EDITORIAL / A resuscitated SSS
LOOKS like things are really looking up for the Social Security System now. And a 10% increase in retirement benefits of its members ordered by President Arroyo on the strength of its remarkable performance – less than a year after they received a similar increase last September – should erase any doubt about its financial stability.From its once precarious position, tottering to a bankruptcy of sort some years back, it has recovered much lost ground, that is, based on the report of SSS president Corazon dela Paz and echoed by no less than President Arroyo during the System’s recent 50th anniversary celebration.

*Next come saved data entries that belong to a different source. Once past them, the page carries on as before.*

const MODELS: &str = concat!(
    level_default!(obs_var = 0.25, level_var = 0.01),
    tt101_lag!(mean = 72.5),
);

fn config(broker_port: u16, metrics_port: u16, client_id: &str) -> String {
    let sections = PlantSections {
        reconnect: Some((0.1, 0.5)),
        extra: &format!("\n[metrics]\nlisten = \"127.0.0.1:{metrics_port}\"\n"),
        ..PlantSections::new(broker_port, client_id)
    };
    format!("{MODELS}{}", sections.render())
}

/// A response: status code, header block (lower-cased names), body.
struct Reply {
    status: u16,
    headers: String,
    body: String,
}

/// Sends `request` as is and reads the answer until the server closes the connection.
fn http_raw(port: u16, request: &[u8]) -> Reply {
    let mut s = TcpStream::connect(("127.0.0.1", port)).expect("connect to the metrics endpoint");
    s.set_read_timeout(Some(WAIT)).unwrap();
    s.set_write_timeout(Some(WAIT)).unwrap();
    // The server may answer (and close) before reading everything of an oversized request.
    let _ = s.write_all(request);
    let mut bytes = Vec::new();
    let _ = s.read_to_end(&mut bytes);
    let text = String::from_utf8(bytes).expect("UTF-8 response");
    let (head, body) = text.split_once("\r\n\r\n").expect("a complete response");
    let status = head
        .split(' ')
        .nth(1)
        .and_then(|c| c.parse().ok())
        .unwrap_or_else(|| panic!("no status in {head:?}"));
    Reply {
        status,
        headers: head.to_ascii_lowercase(),
        body: body.to_string(),
    }
}

fn get(port: u16, path: &str) -> Reply {
    http_raw(
        port,
        format!("GET {path} HTTP/1.1\r\nHost: 127.0.0.1\r\nUser-Agent: gaugewise-test\r\n\r\n")
            .as_bytes(),
    )
}

/// One metric family's samples: series (name plus sorted labels) to value.
type Series = BTreeMap<String, f64>;

/// Parses Prometheus text exposition (format 0.0.4) strictly enough to catch what a scraper would reject or
/// misread; panics with the offending line.
fn parse_exposition(text: &str) -> Series {
    fn valid_name(n: &str) -> bool {
        let mut chars = n.chars();
        chars
            .next()
            .is_some_and(|c| c.is_ascii_alphabetic() || c == '_' || c == ':')
            && chars.all(|c| c.is_ascii_alphanumeric() || c == '_' || c == ':')
    }
    /// `{a="x",b="y"}` into sorted pairs, with escapes undone.
    fn labels(text: &str, line: &str) -> Vec<(String, String)> {
        let mut out = Vec::new();
        let mut rest = text;
        while !rest.is_empty() {
            let (name, after) = rest
                .split_once("=\"")
                .unwrap_or_else(|| panic!("label without =\": {line}"));
            assert!(valid_name(name), "label name {name:?}: {line}");
            let mut value = String::new();
            let mut chars = after.char_indices();
            let end = loop {
                match chars.next() {
                    Some((_, '\\')) => match chars.next() {
                        Some((_, 'n')) => value.push('\n'),
                        Some((_, c @ ('\\' | '"'))) => value.push(c),
                        other => panic!("bad escape {other:?}: {line}"),
                    },
                    Some((i, '"')) => break i,
                    Some((_, c)) => {
                        assert!(c != '\n', "raw newline in a label: {line}");
                        value.push(c)
                    }
                    None => panic!("unterminated label value: {line}"),
                }
            };
            out.push((name.to_string(), value));
            rest = &after[end + 1..];
            rest = rest.strip_prefix(',').unwrap_or(rest);
        }
        out.sort();
        out
    }

    assert!(
        text.ends_with('\n'),
        "the exposition must end with a newline"
    );
    let mut types: BTreeMap<String, String> = BTreeMap::new();
    let mut helps: BTreeMap<String, ()> = BTreeMap::new();
    let mut series = Series::new();
    // Histogram family -> its buckets in order, as (le, cumulative count).
    let mut buckets: BTreeMap<String, Vec<(f64, f64)>> = BTreeMap::new();
    let mut seen_samples: BTreeMap<String, ()> = BTreeMap::new();
    for line in text.lines() {
        assert!(!line.is_empty(), "empty line in the exposition");
        if let Some(rest) = line.strip_prefix("# HELP ") {
            let name = rest.split(' ').next().unwrap();
            assert!(valid_name(name), "{line}");
            assert!(
                helps.insert(name.to_string(), ()).is_none(),
                "HELP twice: {line}"
            );
            continue;
        }
        if let Some(rest) = line.strip_prefix("# TYPE ") {
            let mut parts = rest.split(' ');
            let (name, kind) = (parts.next().unwrap(), parts.next().unwrap_or(""));
            assert!(parts.next().is_none(), "{line}");
            assert!(
                ["counter", "gauge", "histogram", "summary", "untyped"].contains(&kind),
                "{line}"
            );
            assert!(
                !seen_samples.contains_key(name),
                "TYPE after its samples: {line}"
            );
            assert!(
                types.insert(name.to_string(), kind.to_string()).is_none(),
                "TYPE twice: {line}"
            );
            continue;
        }
        assert!(!line.starts_with('#'), "unknown comment form: {line}");
        let (series_text, value) = line
            .rsplit_once(' ')
            .unwrap_or_else(|| panic!("no value: {line}"));
        let value: f64 = match value {
            "+Inf" => f64::INFINITY,
            "-Inf" => f64::NEG_INFINITY,
            v => v.parse().unwrap_or_else(|_| panic!("bad value: {line}")),
        };
        let (name, pairs) = match series_text.split_once('{') {
            Some((n, l)) => (
                n,
                labels(
                    l.strip_suffix('}')
                        .unwrap_or_else(|| panic!("unclosed labels: {line}")),
                    line,
                ),
            ),
            None => (series_text, Vec::new()),
        };
        assert!(valid_name(name), "{line}");
        // The family a sample belongs to: itself, or a histogram's _bucket/_sum/_count.
        let family = if types.contains_key(name) {
            name.to_string()
        } else {
            ["_bucket", "_sum", "_count"]
                .iter()
                .find_map(|s| {
                    name.strip_suffix(s)
                        .filter(|f| types.get(*f).is_some_and(|k| k == "histogram"))
                })
                .unwrap_or_else(|| panic!("sample of an undeclared family: {line}"))
                .to_string()
        };
        assert!(helps.contains_key(&family), "no HELP for {family}");
        seen_samples.insert(family.clone(), ());
        if name.ends_with("_bucket") {
            let le = pairs
                .iter()
                .find(|(k, _)| k == "le")
                .unwrap_or_else(|| panic!("bucket without le: {line}"));
            let le = if le.1 == "+Inf" {
                f64::INFINITY
            } else {
                le.1.parse().unwrap()
            };
            buckets.entry(family.clone()).or_default().push((le, value));
        }
        let key = if pairs.is_empty() {
            name.to_string()
        } else {
            let l: Vec<String> = pairs.iter().map(|(k, v)| format!("{k}={v}")).collect();
            format!("{name}{{{}}}", l.join(","))
        };
        assert!(
            series.insert(key, value).is_none(),
            "duplicate series: {line}"
        );
    }
    for (family, b) in &buckets {
        assert!(
            b.windows(2).all(|w| w[0].0 < w[1].0),
            "{family}: le not increasing"
        );
        assert!(
            b.windows(2).all(|w| w[0].1 <= w[1].1),
            "{family}: buckets not cumulative"
        );
        let last = b.last().unwrap();
        assert_eq!(last.0, f64::INFINITY, "{family}: no +Inf bucket");
        assert_eq!(
            Some(&last.1),
            series.get(&format!("{family}_count")),
            "{family}: +Inf != _count"
        );
        assert!(
            series.contains_key(&format!("{family}_sum")),
            "{family}: no _sum"
        );
    }
    series
}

The figures speak of a much improved husbanding of the 27 million members’ contributions and what the President called “painful adjustments” enforced by the ‘new’ SSS leadership since 2001 when it went under one of its deepest crunches.
The increase, it is worth noting, was about 15 percent, from P196.3 billion in 2005 to P225 billion last year.
In all the current visions and plans of the SSS however, members are most wary of the phrases “widening its (SSS) market” and “getting into investment areas like microfinance.” And for quite understandable reasons; it is in these areas, after all, where much of the SSS fund problems of the late 90s are said to have begun, rocking its once solid social insurance foundation.
That was when its “sound” investments turned out not-too-sound after all.Here’s hoping the laudatory messages for the SSS, well-deserved as these may be today, doesn’t lull its current helmsmen and administrators into ever playing loose with its members’ hard-earned money and that it has learned its lessons about taking the fast lane too much and too often.